第11章

说着,又看姜长宁一眼,口中低念了一句佛,垂眸盯着脚下青砖。

“齐王殿下与陛下乃是手足,臣百般不愿猜忌齐王。然为陛下安危计,为我朝国祚计,若是齐王殿下不能解释一二,只怕难以服众。”

殿中一时极安静。

连宫人手中轻摇的罗扇,掀起的微微风声,都听得一清二楚。

年近半百的帝王眯起眼来,仔细端详她的幼妹。

“老七,你说呢?”

姜长宁在满殿如针的目光注视下,沉默了片刻,讪讪笑了一笑。

“太师所提的男子,他在薛将军府中究竟如何行事,臣妹的确不知。”

“齐王这是要撇清干系不成?”

“将军误会了。”

她转向仿佛终于寻到了她的破绽,虎视眈眈,想要将她扑食的薛晏月,忽地勾起唇角,笑得似乎苦涩,又似乎怨愤。

“本王的心上人,被你夺去,藏在府中,一晃便是年余。他在你府上,做过哪些事,受过什么苦楚,本王又能如何知道。”

“……你血口喷人!”

薛晏月被气得勃然作色,也不顾是在御前,指着她的鼻子就骂。

还是管事宫女轻咳了一声:“将军不要错了规矩。”

于是少不得硬忍下来,只气得脸红脖子粗,急着向帝王辩白。

“陛下明鉴,臣何时做过那等丑事,岂不滑天下之大稽。您切莫听她胡言乱语,那分明就是她派来的细作、影卫,她不但怀有狼子野心,如今还混淆圣听,陛下可不要上她的当!”

一介武人,越激动,越乱方寸。

座上之人似是让她嚷得头疼,不耐烦地皱起眉,抬手按了按额角。

一旁立刻有机灵的侍人,取出薄荷膏来,以小银签子挑在手上,又细细替她按揉太阳穴,口中柔声道:“陛下不要动气,小心损了仙元。”

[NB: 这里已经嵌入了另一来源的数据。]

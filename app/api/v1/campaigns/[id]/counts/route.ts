import { getCampaign } from "@/db/queries/campaigns";
import { listDailyCounts } from "@/db/queries/daily-counts";
import { authorizeRequest } from "@/lib/auth/guard";
import { NotFoundError, PayloadTooLargeError, UnauthorizedError } from "@/lib/errors";
import { toResponse } from "@/lib/http/problem";
import { ingestCsv, MAX_CSV_BYTES } from "@/lib/ingest/ingest-csv";
import { campaignReferenceSchema } from "@/lib/validation/campaigns";

export const dynamic = "force-dynamic";

type Context = { params: Promise<{ id: string }> };

/** The campaign's stored daily counts, by day and arm. */
export async function GET(request: Request, context: Context) {
  const instance = new URL(request.url).pathname;
  try {
    const caller = await authorizeRequest(request, { campaign: ["read"] }, { allowKey: true });
    const campaign = await getCampaign(caller.workspaceId, campaignReferenceSchema.parse((await context.params).id));
    if (!campaign) throw new NotFoundError("No such campaign in this workspace.");
    const counts = await listDailyCounts(campaign.id);
    return Response.json(
      { id: campaign.id, counts: counts.map((count) => ({ ...count, updatedAt: count.updatedAt.toISOString() })) },
      { headers: { "cache-control": "no-store" } },
    );
  } catch (error) {
    return toResponse(error, instance);
  }
}

/** The CSV upload's confirm step (session only, campaign:upload): the file as text/csv. */
export async function POST(request: Request, context: Context) {
  const instance = new URL(request.url).pathname;
  try {
    const caller = await authorizeRequest(request, { campaign: ["upload"] });
    if (caller.kind !== "user") throw new UnauthorizedError();
    const campaign = await getCampaign(caller.workspaceId, campaignReferenceSchema.parse((await context.params).id));
    if (!campaign) throw new NotFoundError("No such campaign in this workspace.");
    if (Number(request.headers.get("content-length") ?? "0") > MAX_CSV_BYTES) throw new PayloadTooLargeError(`The file is larger than ${MAX_CSV_BYTES / 1_048_576} MB; split it into smaller files.`);
    const text = await request.text();
    const outcome = await ingestCsv({ workspaceId: caller.workspaceId, userId: caller.userId, campaign, text });
    return Response.json(outcome.body, { status: outcome.status, headers: { "cache-control": "no-store", ...(outcome.replayed ? { "idempotent-replayed": "true" } : {}) } });
  } catch (error) {
    return toResponse(error, instance);
  }
}
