/** d. The app SIGKILLed and started again on the same port. */
async function appKilled(faults: FaultStack, workspace: BenchWorkspace, earlier: BatchRecord[]): Promise<Omit<Scenario, "name" | "seconds">> {
  const checks = new Checks();
  const [campaignId] = await ownCampaigns(faults, workspace, 1, 40, 95_000);
  const campaign = { id: campaignId };
  const next = batchSource([{ id: campaign.id, days: 40 }], 20);
  const worker = faults.spawnWorker([], { RECOMPUTE_CRON: "*/2 * * * * *", MAILER_CRON: "*/5 * * * * *" });
  await waitFor("the worker's first pass", () => passesDone(worker).length > 0, 60_000);
  const first: BatchRecord = { pipeline: 0, idempotencyKey: crypto.randomUUID(), rows: next()!, attempts: [], acknowledged: false };
  await sendBatch(faults.appUrl, workspace.keys[0], first, "before kill");
  const killedPid = faults.app().child.pid;
  await faults.killApp();
  const refused = await fetch(`${faults.appUrl}/api/health`).then(() => false, () => true);
  const restartStarted = Date.now();
  await faults.startAppAgain();
  const restartMs = Date.now() - restartStarted;
  const session = await workspace.admin.json<{ user?: { email: string } } | null>("/api/auth/get-session");
  const listed = await workspace.admin.json("/api/v1/campaigns");
  const passesBefore = passesDone(worker).length;
  const second: BatchRecord = { pipeline: 0, idempotencyKey: crypto.randomUUID(), rows: next()!, attempts: [], acknowledged: false };
  await sendBatch(faults.appUrl, workspace.keys[0], second, "after restart");
  const replay = await sendBatch(faults.appUrl, workspace.keys[0], first, "replay");
  const stored = await checkStored(faults.databaseUrl, [...earlier, first, second]);
  await waitFor("a worker pass over the counts sent after the restart", () => passesDone(worker, 0).slice(passesBefore).some((line) => Number(line.recomputed) >= 1), 30_000).catch(() => undefined);
  const resumed = passesDone(worker).slice(passesBefore).find((line) => Number(line.recomputed) >= 1);
  checks.expect(first.acknowledged, "the batch before the kill was not accepted");
  checks.expect(refused, "the app still answered after SIGKILL");
  checks.expect(faults.app().child.pid !== killedPid, "the app was not started again");
  checks.expect(session.status === 200 && !!session.body?.user, `the signed-in session did not survive: ${session.status}`);
  checks.expect(listed.status === 200 && JSON.stringify(listed.body).includes(campaign.id), `the session could not list the campaigns: ${listed.status}`);
  checks.expect(second.acknowledged, "the API key could not ingest after the restart");
  checks.expect(replay.status === 200, `the replay of a batch from before the kill answered ${replay.status}`);
  checks.expect(stored.rowsLost === 0 && stored.duplicates === 0 && stored.strayRows === 0, `data after the restart: ${JSON.stringify(stored)}`);
  checks.expect(worker.child.exitCode === null && !!resumed && Number(resumed.failed) === 0, `the worker did not resume: ${JSON.stringify(resumed)}`);
  checks.expect(errorLines(worker).length === 0, `the worker logged errors: ${JSON.stringify(errorLines(worker).slice(0, 2))}`);
  await stopWorker(worker);
  return {
    pass: checks.failures.length === 0,
    failures: checks.failures,
    figures: {
      restartMs,
      connectionRefusedWhileDown: refused,
      sessionStatus: session.status,
      campaignsStatus: listed.status,
      ingestAfterRestart: second.attempts.at(-1)?.status ?? null,
      replayStatus: replay.status,
      rowsChecked: stored.rowsAcknowledged,
      rowsLost: stored.rowsLost,
      workerResumed: !!resumed,
    },
  };
}
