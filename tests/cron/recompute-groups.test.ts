import { describe, expect, it } from "vitest";
import { recomputeCampaign, runRecompute } from "@/cron/recompute";
import { getPool } from "@/db";
import { listAnalysisDays } from "@/db/queries/analysis";
import { AnalysisDaysCopyText } from "@/db/queries/recompute-batch";
import { conversionCounts, createBareWorkspace, createWorkerCampaign, putCounts } from "../helpers/worker-fixtures";

/** A stored day without its row id and timestamps. */
function storedNumbers(day: Awaited<ReturnType<typeof listAnalysisDays>>[number]) {
  const { id, createdAt, updatedAt, computedAt, ...numbers } = day;
  expect([id, createdAt, updatedAt, computedAt].every((value) => value !== null)).toBe(true);
  return numbers;
}

describe("the recompute pass in groups of campaigns", () => {
  it("recomputes every campaign of several groups, and a campaign whose analysis throws costs only itself", async () => {
    const workspaceId = await createBareWorkspace();
    const quiet = { holdout: { units: 1500, rate: 0.05 }, treatment: { units: 1500, rate: 0.05 } };
    const created = [];
    // 45 campaigns: two full groups and a part, with day counts that differ by campaign.
    for (let index = 0; index < 45; index += 1) {
      const campaign = await createWorkerCampaign({ workspaceId, createdBy: null });
      await putCounts(campaign, conversionCounts(2 + (index % 5), quiet));
      created.push({ campaign, days: 2 + (index % 5) });
    }
    const broken = created[23].campaign;
    // Without a holdout arm the engine refuses the plan (RangeError): that campaign fails alone.
    await getPool().query("update arms set key = 'control' where campaign_id = $1 and key = 'holdout'", [broken.id]);

    const pass = await runRecompute({ wait: true, workspaceIds: [workspaceId] });
    expect(pass).toMatchObject({ ran: true, processed: 45, recomputed: 44, unchanged: 0, failed: 1 });
    expect(pass.campaigns.map((outcome) => outcome.campaignId).sort()).toEqual(
      created.map(({ campaign }) => campaign.id).filter((id) => id !== broken.id).sort(),
    );
    for (const { campaign, days } of created) {
      const stored = await listAnalysisDays(campaign.id);
      expect(stored.map((day) => day.daysRun)).toEqual(campaign.id === broken.id ? [] : Array.from({ length: days }, (_, day) => day + 1));
    }
    const { rows } = await getPool().query<{ id: string; analyzed: boolean }>(
      "select id, analyzed_at is not null as analyzed from campaigns where workspace_id = $1",
      [workspaceId],
    );
    expect(rows.filter((row) => !row.analyzed).map((row) => row.id)).toEqual([broken.id]);
    await expect(recomputeCampaign(broken.id)).rejects.toThrow(RangeError);

    // The group path stores what the one-campaign path stores.
    const sample = created[7].campaign;
    const grouped = (await listAnalysisDays(sample.id)).map(storedNumbers);
    await recomputeCampaign(sample.id, { force: true });
    const alone = (await listAnalysisDays(sample.id)).map(storedNumbers);
    expect(grouped).toEqual(alone);

    const again = await runRecompute({ wait: true, workspaceIds: [workspaceId] });
    expect(again).toMatchObject({ processed: 1, recomputed: 0, failed: 1 });
  }, 120_000);

  it("writes COPY text with escaped backslashes, tabs and newlines, SQL null and infinite ends", () => {
    const text = new AnalysisDaysCopyText();
    text.append([
      {
        campaignId: "c0ffee00-0000-4000-8000-000000000000",
        day: "2026-03-02",
        daysRun: 2,
        call: "collecting",
        numbers: [0.5, null, -Infinity, Infinity, 1e-7, null, null, null, null, null, null, 0.0831],
        healthJson: '{"issues":[{"code":"x","message":"a\\\\b\tc\nd"}]}',
        detailJson: "{}",
        inputsHash: "ab12",
      },
    ]);
    const chunk = Buffer.concat(text.chunks()).toString("utf8");
    text.release();
    expect(chunk).toBe(
      "c0ffee00-0000-4000-8000-000000000000\t2026-03-02\t2\tcollecting\t0.5\t\\N\t-Infinity\tInfinity\t1e-7\t\\N\t\\N\t\\N\t\\N\t\\N\t\\N\t0.0831" +
        '\t{"issues":[{"code":"x","message":"a\\\\\\\\b\\tc\\nd"}]}\t{}\tab12\n',
    );
  });
});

帝王应了一声,倚靠在他怀里,顺带着在他敞得未免过低的前襟上,将手摸了一把。

此情此景,殿中众人纷纷垂首,作眼观鼻、鼻观心之状。

薛晏月不是个机灵的人,被这一幕堵得瞠目结舌。萧玉书睨她一眼,以目光示意,不可再造次。

姜长宁仰头望着那神色昏沉,仿佛对眼前诸事皆不关心的人。

过了半晌,见她眉头稍松,才轻声开口。

“陛下,薛将军身上的职责干系重大,太师要疑我,当殿责我,也在情理之中。但既是撇开了脸面,闹到陛下面前断案子,总也得准许臣妹替自己辩解几句,不然岂不是天下第一冤枉人了。”

“你说来听听。”

“臣妹今日心急火燎,闯入薛将军府上,将人亲手抱了出来,情急之下,是何情状,薛府随意一人,皆能目睹。若为一个低贱影卫,何苦做到如此地步。”

她抬头,笑得有些苦。

“臣妹虽平日里荒诞不经,但也没有到了这个份上吧。”

她道:“皇姐。”

她的皇姐倚在侍人的怀里,垂眸看着她。

影卫,如其名,是见不得光的人。

倒不是什么新鲜事——京城中的皇亲贵戚,家中多少都有。或是为了暗中防卫,或是为了代行一些明面上不好意思的事,用处多得很,人人皆不以为怪。

只一样。

这个行当,是过不了明路的,又必得是孤儿穷苦出身,自幼严苛训练,死心塌地。相比人,他们更像是主人身边,沉默又锋利的一柄锐器,一件死物。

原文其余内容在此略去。